» Task prompt:
Take the entries below and print only the lines from the one with "protected abstract object CreateResilient(ResilientInstrument" through the one with "kind. Called for", exactly as they stand, both ends included.

::::::::

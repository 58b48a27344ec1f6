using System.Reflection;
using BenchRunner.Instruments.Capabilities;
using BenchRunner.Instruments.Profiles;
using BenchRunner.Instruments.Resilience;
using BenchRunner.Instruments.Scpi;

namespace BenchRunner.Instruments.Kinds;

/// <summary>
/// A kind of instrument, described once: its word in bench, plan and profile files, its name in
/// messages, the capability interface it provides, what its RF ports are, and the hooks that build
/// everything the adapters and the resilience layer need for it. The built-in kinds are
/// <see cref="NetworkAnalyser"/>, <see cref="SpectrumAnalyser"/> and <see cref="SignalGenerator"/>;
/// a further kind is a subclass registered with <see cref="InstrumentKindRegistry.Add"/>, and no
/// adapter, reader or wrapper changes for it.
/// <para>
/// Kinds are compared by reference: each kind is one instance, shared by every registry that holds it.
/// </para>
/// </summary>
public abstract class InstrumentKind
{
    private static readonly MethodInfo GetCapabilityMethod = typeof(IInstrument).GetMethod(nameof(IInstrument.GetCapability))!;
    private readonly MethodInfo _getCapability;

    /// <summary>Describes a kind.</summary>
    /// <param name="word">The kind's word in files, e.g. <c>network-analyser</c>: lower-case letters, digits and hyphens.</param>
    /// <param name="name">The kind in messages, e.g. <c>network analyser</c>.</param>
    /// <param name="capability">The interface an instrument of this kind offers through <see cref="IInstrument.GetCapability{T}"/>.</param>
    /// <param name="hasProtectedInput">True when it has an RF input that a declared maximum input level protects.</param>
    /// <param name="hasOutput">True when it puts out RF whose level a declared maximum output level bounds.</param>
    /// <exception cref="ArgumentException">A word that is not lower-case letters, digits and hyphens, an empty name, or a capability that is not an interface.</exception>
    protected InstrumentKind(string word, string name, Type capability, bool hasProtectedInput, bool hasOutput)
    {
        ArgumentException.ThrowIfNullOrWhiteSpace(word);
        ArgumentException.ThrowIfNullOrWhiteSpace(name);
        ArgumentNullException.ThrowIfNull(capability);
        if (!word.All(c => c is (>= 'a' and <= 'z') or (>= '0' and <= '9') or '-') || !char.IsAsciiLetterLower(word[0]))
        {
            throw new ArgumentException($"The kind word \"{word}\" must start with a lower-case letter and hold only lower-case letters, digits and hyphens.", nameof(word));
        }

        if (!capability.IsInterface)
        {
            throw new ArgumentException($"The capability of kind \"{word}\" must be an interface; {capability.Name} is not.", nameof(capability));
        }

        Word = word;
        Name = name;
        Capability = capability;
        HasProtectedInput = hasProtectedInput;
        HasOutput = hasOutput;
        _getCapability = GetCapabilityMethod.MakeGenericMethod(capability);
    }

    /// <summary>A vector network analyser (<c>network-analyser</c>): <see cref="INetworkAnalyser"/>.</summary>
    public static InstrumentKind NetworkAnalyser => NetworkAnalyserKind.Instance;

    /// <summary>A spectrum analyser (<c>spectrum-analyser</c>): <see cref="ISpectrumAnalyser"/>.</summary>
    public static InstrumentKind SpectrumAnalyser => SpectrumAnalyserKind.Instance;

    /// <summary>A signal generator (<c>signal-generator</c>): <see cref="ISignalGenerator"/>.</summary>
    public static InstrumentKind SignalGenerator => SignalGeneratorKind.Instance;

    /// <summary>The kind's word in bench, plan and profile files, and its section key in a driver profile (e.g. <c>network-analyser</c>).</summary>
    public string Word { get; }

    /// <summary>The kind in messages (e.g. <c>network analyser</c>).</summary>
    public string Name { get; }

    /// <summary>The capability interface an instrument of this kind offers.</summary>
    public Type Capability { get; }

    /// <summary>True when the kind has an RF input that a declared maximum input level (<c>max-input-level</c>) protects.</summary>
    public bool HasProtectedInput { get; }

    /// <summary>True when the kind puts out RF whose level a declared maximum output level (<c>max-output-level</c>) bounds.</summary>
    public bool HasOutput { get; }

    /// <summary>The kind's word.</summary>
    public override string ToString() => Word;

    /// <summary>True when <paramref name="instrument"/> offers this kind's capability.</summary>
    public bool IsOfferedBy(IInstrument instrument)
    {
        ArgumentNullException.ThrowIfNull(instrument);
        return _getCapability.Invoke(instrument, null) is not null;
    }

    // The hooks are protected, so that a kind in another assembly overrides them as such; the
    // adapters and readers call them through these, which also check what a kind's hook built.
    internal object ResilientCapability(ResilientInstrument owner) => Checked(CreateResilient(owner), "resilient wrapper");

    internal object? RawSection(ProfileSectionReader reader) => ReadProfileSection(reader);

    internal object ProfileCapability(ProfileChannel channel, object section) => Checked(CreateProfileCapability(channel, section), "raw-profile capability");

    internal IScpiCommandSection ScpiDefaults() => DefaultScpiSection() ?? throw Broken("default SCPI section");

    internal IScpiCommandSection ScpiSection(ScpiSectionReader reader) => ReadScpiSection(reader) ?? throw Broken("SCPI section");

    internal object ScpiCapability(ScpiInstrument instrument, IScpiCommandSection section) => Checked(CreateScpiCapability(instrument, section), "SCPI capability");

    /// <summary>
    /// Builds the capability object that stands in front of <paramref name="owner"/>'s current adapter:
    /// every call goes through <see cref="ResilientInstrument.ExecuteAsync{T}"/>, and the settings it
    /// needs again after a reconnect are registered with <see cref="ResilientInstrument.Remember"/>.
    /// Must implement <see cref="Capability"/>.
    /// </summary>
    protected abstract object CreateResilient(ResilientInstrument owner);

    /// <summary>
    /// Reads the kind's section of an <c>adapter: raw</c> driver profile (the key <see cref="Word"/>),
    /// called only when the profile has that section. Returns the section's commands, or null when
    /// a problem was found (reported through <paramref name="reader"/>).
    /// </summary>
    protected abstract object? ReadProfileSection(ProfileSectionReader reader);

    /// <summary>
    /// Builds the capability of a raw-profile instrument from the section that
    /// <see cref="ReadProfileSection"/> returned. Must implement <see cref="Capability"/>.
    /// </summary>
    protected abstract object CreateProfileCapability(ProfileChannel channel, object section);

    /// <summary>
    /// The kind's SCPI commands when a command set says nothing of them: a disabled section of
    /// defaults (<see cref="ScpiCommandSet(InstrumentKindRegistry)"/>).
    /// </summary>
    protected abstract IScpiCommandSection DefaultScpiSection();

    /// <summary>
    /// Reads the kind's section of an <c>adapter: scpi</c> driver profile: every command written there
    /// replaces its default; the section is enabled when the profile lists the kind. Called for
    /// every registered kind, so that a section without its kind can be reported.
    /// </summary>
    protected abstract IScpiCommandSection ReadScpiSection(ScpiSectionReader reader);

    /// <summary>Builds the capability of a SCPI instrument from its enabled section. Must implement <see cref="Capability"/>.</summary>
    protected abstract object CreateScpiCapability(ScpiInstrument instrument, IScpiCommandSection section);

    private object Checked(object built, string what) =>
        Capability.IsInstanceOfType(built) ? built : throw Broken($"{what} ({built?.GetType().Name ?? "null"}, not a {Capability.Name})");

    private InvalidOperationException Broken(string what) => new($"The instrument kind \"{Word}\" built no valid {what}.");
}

::::::::

» Answer for this exercise:
    protected abstract object CreateResilient(ResilientInstrument owner);

    /// <summary>
    /// Reads the kind's section of an <c>adapter: raw</c> driver profile (the key <see cref="Word"/>),
    /// called only when the profile has that section. Returns the section's commands, or null when
    /// a problem was found (reported through <paramref name="reader"/>).
    /// </summary>
    protected abstract object? ReadProfileSection(ProfileSectionReader reader);

    /// <summary>
    /// Builds the capability of a raw-profile instrument from the section that
    /// <see cref="ReadProfileSection"/> returned. Must implement <see cref="Capability"/>.
    /// </summary>
    protected abstract object CreateProfileCapability(ProfileChannel channel, object section);

    /// <summary>
    /// The kind's SCPI commands when a command set says nothing of them: a disabled section of
    /// defaults (<see cref="ScpiCommandSet(InstrumentKindRegistry)"/>).
    /// </summary>
    protected abstract IScpiCommandSection DefaultScpiSection();

    /// <summary>
    /// Reads the kind's section of an <c>adapter: scpi</c> driver profile: every command written there
    /// replaces its default; the section is enabled when the profile lists the kind. Called for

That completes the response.